> [Goal of the exercise]: Say how many of the lines below contain the word "function"; nothing else belongs in the answer.

> [Saved entries]:
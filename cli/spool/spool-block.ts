import { verdictExit } from '../../shared/contract/exit.ts'
import { errorTable, isOgeeError, type OgeeError } from '../../shared/errors.ts'
import type { Block } from '../batch/blocks.ts'
import { type Outcome, refused } from '../batch/item.ts'
import { sendBlock } from '../batch/send-block.ts'
import { isOutage } from './spool-client.ts'
import type { Spooler } from './spooler.ts'

/** What is put down when it does not go through at once need not be tried for long. */
const tries = 2

/** Sends a block; what the server does not answer for is computed here and put down, row by row, in order. */
export async function spoolBlock(spooler: Spooler, block: Block): Promise<void> {
  if (await spooler.mayGoAhead()) {
    try {
      await sendBlock(spooler.client, block, tries)
      await rememberOne(spooler, block)
      return
    } catch (error) {
      if (!isOutage(error)) throw error
      spooler.noteAway()
    }
  }
  await putAll(spooler, block)
}

/** None is said to be saved before the folder is durable, also when the disk is full half-way. */
async function putAll(spooler: Spooler, { rows }: Block): Promise<void> {
  const put: { row: Block['rows'][number]; outcome: Outcome }[] = []
  try {
    for (const row of rows) {
      if (row.outcome === null) put.push({ row, outcome: await outcomeOf(spooler, row.send) })
    }
  } finally {
    spooler.spool.sync('pending')
    for (const { row, outcome } of put) row.outcome = outcome
  }
}

async function outcomeOf(spooler: Spooler, { body, key }: Block['rows'][number]['send']): Promise<Outcome> {
  try {
    const record = await spooler.put(body, key, false)
    return { exit: record.verdict === null ? 0 : verdictExit[record.verdict], record }
  } catch (error) {
    if (!isOgeeError(error) || !isOwnFault(error)) throw error
    return refused(error)
  }
}

/** What is wrong with this unit and no other. */
const isOwnFault = ({ code }: OgeeError) => errorTable[code].exit === 65

async function rememberOne(spooler: Spooler, { rows }: Block): Promise<void> {
  for (const { outcome, send } of rows) {
    if (outcome === null || !('record' in outcome) || outcome.record.id === null) continue
    await spooler.remember(outcome.record, send.body)
    return
  }
}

> [Solution to the problem]: 4